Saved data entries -

.....

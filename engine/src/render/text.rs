//! Plain-text rendering, for terminals and `text/plain`.

use super::{Align, Answer, DisplayTable};

/// The answer as plain text.
pub fn render(a: &Answer) -> String {
    let mut out = String::new();
    if let Some(r) = &a.refresh {
        out.push_str(&format!("[{}]\n", r.text));
    }
    if let Some(p) = &a.plain {
        out.push_str(p);
        return out;
    }
    if !a.title.is_empty() {
        out.push_str(&a.title);
        out.push('\n');
    }
    for t in &a.tables {
        out.push('\n');
        out.push_str(&table(t));
    }
    if let Some(r) = &a.report {
        out.push('\n');
        out.push_str(r);
        out.push('\n');
    }
    for n in &a.notes {
        out.push_str("note: ");
        out.push_str(n);
        out.push('\n');
    }
    if let Some(c) = &a.caution {
        out.push_str(c);
        out.push('\n');
    }
    if let Some(p) = &a.provenance {
        out.push_str(&provenance_line(p));
        out.push('\n');
    }
    out.trim_end().to_string()
}

/// "dataset trial (data/trial.csv, sha256 1a2b3c4d5e6f…), 60 rows used, read 2026-…"
pub fn provenance_line(p: &super::Provenance) -> String {
    let short: String = p.sha256.chars().take(12).collect();
    let dropped = if p.rows_dropped > 0 {
        format!(", {} set aside", p.rows_dropped)
    } else {
        String::new()
    };
    format!(
        "dataset {} from {} (sha256 {short}…), {} rows used{dropped}, read {}",
        p.dataset, p.source, p.rows_used, p.read_at
    )
}

/// A table with aligned columns.
pub fn table(t: &DisplayTable) -> String {
    let ncol = t.columns.len();
    let mut w: Vec<usize> = t.columns.iter().map(|(h, _)| h.chars().count()).collect();
    for r in &t.rows {
        for (j, c) in r.iter().enumerate().take(ncol) {
            w[j] = w[j].max(c.chars().count());
        }
    }
    let cell = |s: &str, j: usize| {
        let pad = w[j].saturating_sub(s.chars().count());
        match t.columns[j].1 {
            Align::Left => format!("{s}{}", " ".repeat(pad)),
            Align::Right => format!("{}{s}", " ".repeat(pad)),
        }
    };
    let mut out = String::new();
    if !t.caption.is_empty() {
        out.push_str(&t.caption);
        out.push('\n');
    }
    let head: Vec<String> = t
        .columns
        .iter()
        .enumerate()
        .map(|(j, (h, _))| cell(h, j))
        .collect();
    out.push_str(head.join("  ").trim_end());
    out.push('\n');
    let rule: Vec<String> = w.iter().map(|&n| "─".repeat(n)).collect();
    out.push_str(&rule.join("  "));
    out.push('\n');
    for r in &t.rows {
        let cells: Vec<String> = (0..ncol)
            .map(|j| cell(r.get(j).map(String::as_str).unwrap_or(""), j))
            .collect();
        out.push_str(cells.join("  ").trim_end());
        out.push('\n');
    }
    out
}

#[cfg(test)]
mod tests {
    use super::*;

    #[test]
    fn aligned_table() {
        let t = DisplayTable {
            caption: "cap".into(),
            columns: vec![("Source".into(), Align::Left), ("df".into(), Align::Right)],
            rows: vec![
                vec!["feed".into(), "2".into()],
                vec!["Residual".into(), "57".into()],
            ],
        };
        assert_eq!(
            table(&t),
            "cap\nSource    df\n────────  ──\nfeed       2\nResidual  57\n"
        );
    }
}
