@lru_cache(maxsize=1)
def load_table(path: Path = TABLE_FILE) -> IrradianceTable:
    """Read the table file once per process."""
    with np.load(path, allow_pickle=False) as data:
        log_direct = data["log_direct_ozone_free"]
        log_global = data["log_global_black"]
        n_w = log_global.shape[-1]
        return IrradianceTable(
            log_direct_ozone_free=log_direct,
            log_global_black=log_global,
            spherical_albedo=data["spherical_albedo"],
            fingerprint=str(data["fingerprint"]),
            air_mass_nodes=air_mass_coordinate(ZENITH_NODES_DEG),
            global_cells=np.ascontiguousarray(np.moveaxis(log_global, 0, 3)).reshape(-1, n_w),
            direct_cells=np.ascontiguousarray(np.moveaxis(log_direct, 0, 2)).reshape(-1, n_w),
        )


def in_table_range(true_zenith_deg, ozone_du, pressure_hpa, aod_550, angstrom_exponent,
                   single_scattering_albedo, asymmetry_factor) -> np.ndarray:
    """Boolean (N,): records the table covers (default aerosol type, inside every axis)."""
    zenith, ozone, pressure, aod, alpha, ssa, g = np.broadcast_arrays(*(
        np.atleast_1d(np.asarray(v, dtype=float)) for v in (
            true_zenith_deg, ozone_du, pressure_hpa, aod_550, angstrom_exponent,
            single_scattering_albedo, asymmetry_factor)))
    inside = ((zenith >= ZENITH_NODES_DEG[0]) & (zenith <= ZENITH_NODES_DEG[-1])
              & (ozone >= OZONE_NODES_DU[0]) & (ozone <= OZONE_NODES_DU[-1])
              & (pressure >= PRESSURE_NODES_HPA[0]) & (pressure <= PRESSURE_NODES_HPA[-1])
              & (aod >= AOD_NODES[0]) & (aod <= AOD_NODES[-1]))
    default_alpha, default_ssa, default_g = DEFAULT_AEROSOL_TYPE
    default_type = ((np.abs(alpha - default_alpha) < 1e-9) & (np.abs(ssa - default_ssa) < 1e-9)
                    & (np.abs(g - default_g) < 1e-9))
    return inside & default_type


def any_aerosol_in_range(true_zenith_deg, ozone_du, pressure_hpa, aod_550, angstrom_exponent,
                         single_scattering_albedo, asymmetry_factor) -> np.ndarray:
    """Boolean (N,): records :func:`relative_surface_flux_any_aerosol` covers (this table's
    zenith, ozone and pressure axes, ``models.aerosol_table``'s aerosol axes): every record
    the record schema admits."""
    zenith, ozone, pressure = (np.atleast_1d(np.asarray(v, dtype=float))
                               for v in (true_zenith_deg, ozone_du, pressure_hpa))
    inside = ((zenith >= ZENITH_NODES_DEG[0]) & (zenith <= ZENITH_NODES_DEG[-1])
              & (ozone >= OZONE_NODES_DU[0]) & (ozone <= OZONE_NODES_DU[-1])
              & (pressure >= PRESSURE_NODES_HPA[0]) & (pressure <= PRESSURE_NODES_HPA[-1]))
    return inside & aerosol_table.in_range(ozone, pressure, aod_550, angstrom_exponent,
                                           single_scattering_albedo, asymmetry_factor)


def bracket(coordinate_nodes, values):
    """Lower node index and fractional position of each value, (N,) each."""
    index = np.clip(np.searchsorted(coordinate_nodes, values, side="right") - 1, 0,
                    coordinate_nodes.size - 2)
    fraction = (values - coordinate_nodes[index]) / (coordinate_nodes[index + 1]
                                                     - coordinate_nodes[index])
    return index, fraction


def linear_axis(coordinate_nodes, values):
    """Two-node linear weights: (node indices (N, 2), weights (N, 2), node count)."""
    index, fraction = bracket(coordinate_nodes, values)
    return (np.stack([index, index + 1], 1), np.stack([1.0 - fraction, fraction], 1),
            coordinate_nodes.size)


def cubic_axis(coordinate_nodes, values):
    """Four-node Lagrange weights on the nodes around each value (one-sided at the ends)."""
    index, _ = bracket(coordinate_nodes, values)
    first = np.clip(index - 1, 0, coordinate_nodes.size - 4)
    nodes = first[:, None] + np.arange(4)[None, :]
    x = coordinate_nodes[nodes]  # (N, 4)
    weights = np.ones_like(x)
    for j in range(4):
        for k in range(4):
            if j != k:
                weights[:, j] *= (values - x[:, k]) / (x[:, j] - x[:, k])
    return nodes, weights, coordinate_nodes.size
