def unix_seconds_of_canonical_times(values: Sequence[Any]) -> tuple[np.ndarray, np.ndarray]:
    """Vectorised :func:`parse_offset_datetime` for the two shapes clients send most,
    ``YYYY-MM-DDTHH:MM:SSZ`` and ``YYYY-MM-DDTHH:MM:SS±HH:MM``.

    Returns (Unix seconds, mask of the entries it read); entries of any other shape (or
    not strings) are left to :func:`parse_offset_datetime`. The entries it reads are
    exactly those Python's ``datetime.fromisoformat`` reads to the same instant (a test
    holds the two together); it exists because ``datetime.timestamp()`` costs about 2 µs
    a record, most of the time spent validating 10 000 records.
    """
    n = len(values)
    if not n or set(map(type, values)) != {str}:  # None, numbers, lists: one by one
        return np.full(n, np.nan), np.zeros(n, dtype=bool)
    text = np.array(values)
    if text.dtype.itemsize // 4 not in (20, 25):
        return np.full(n, np.nan), np.zeros(n, dtype=bool)
    codes = text.view(np.uint32).reshape(n, -1).astype(np.int64)
    if codes.shape[1] == 20:
        codes = np.hstack([codes, np.zeros((n, 5), dtype=np.int64)])
    digits = codes[:, _DIGITS_AT] - 48
    ok = ((digits >= 0) & (digits <= 9)).all(axis=1)
    ok &= (codes[:, 4] == 45) & (codes[:, 7] == 45) & (codes[:, 10] == 84)  # "-", "-", "T"
    ok &= (codes[:, 13] == 58) & (codes[:, 16] == 58)  # ":", ":"
    zulu = (codes[:, 19] == 90) & (codes[:, 20] == 0)  # "Z", then nothing
    off_digits = codes[:, [20, 21, 23, 24]] - 48
    signed = np.isin(codes[:, 19], (43, 45)) & (codes[:, 22] == 58)  # "+" or "-", "hh:mm"
    signed &= ((off_digits >= 0) & (off_digits <= 9)).all(axis=1)
    ok &= zulu | signed

    def number(columns):
        return (digits[:, columns] * (10 ** np.arange(len(columns) - 1, -1, -1))).sum(axis=1)

    year, month, day = number([0, 1, 2, 3]), number([4, 5]), number([6, 7])
    hour, minute, second = number([8, 9]), number([10, 11]), number([12, 13])
    offset_h = off_digits[:, 0] * 10 + off_digits[:, 1]
    offset_m = off_digits[:, 2] * 10 + off_digits[:, 3]
    leap = (year % 4 == 0) & ((year % 100 != 0) | (year % 400 == 0))
    month_days = _DAYS_IN_MONTH[np.clip(month, 0, 12)] + ((month == 2) & leap)
    ok &= (year >= 1) & (month >= 1) & (month <= 12) & (day >= 1) & (day <= month_days)
    ok &= (hour <= 23) & (minute <= 59) & (second <= 59)
    ok &= zulu | ((offset_h <= 23) & (offset_m <= 59))
    # Days from the civil date (proleptic Gregorian), H. Hinnant's "days_from_civil" algorithm.
    y = year - (month <= 2)
    era = np.floor_divide(y, 400)
    year_of_era = y - era * 400
    day_of_year = (153 * (month + np.where(month > 2, -3, 9)) + 2) // 5 + day - 1
    day_of_era = year_of_era * 365 + year_of_era // 4 - year_of_era // 100 + day_of_year
    days = era * 146097 + day_of_era - 719468
    offset_s = np.where(zulu, 0, np.where(codes[:, 19] == 45, -1, 1) * (offset_h * 3600 + offset_m * 60))
    seconds = days * 86400 + hour * 3600 + minute * 60 + second - offset_s
    return np.where(ok, seconds.astype(np.float64), np.nan), ok


def _in_range(rule: ColumnRule, column: np.ndarray) -> np.ndarray:
    """Finite and within the rule's declared bounds (NaN is out of range)."""
    with np.errstate(invalid="ignore"):
        inside = np.isfinite(column)
        if rule.minimum is not None:
            inside &= column >= rule.minimum
        if rule.maximum is not None:
            inside &= (column <= rule.maximum) if rule.max_inclusive else (column < rule.maximum)
    return inside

.....

What the task requires - How many lines in the records above contain the word "join"? State that number and nothing more.

Task result - 3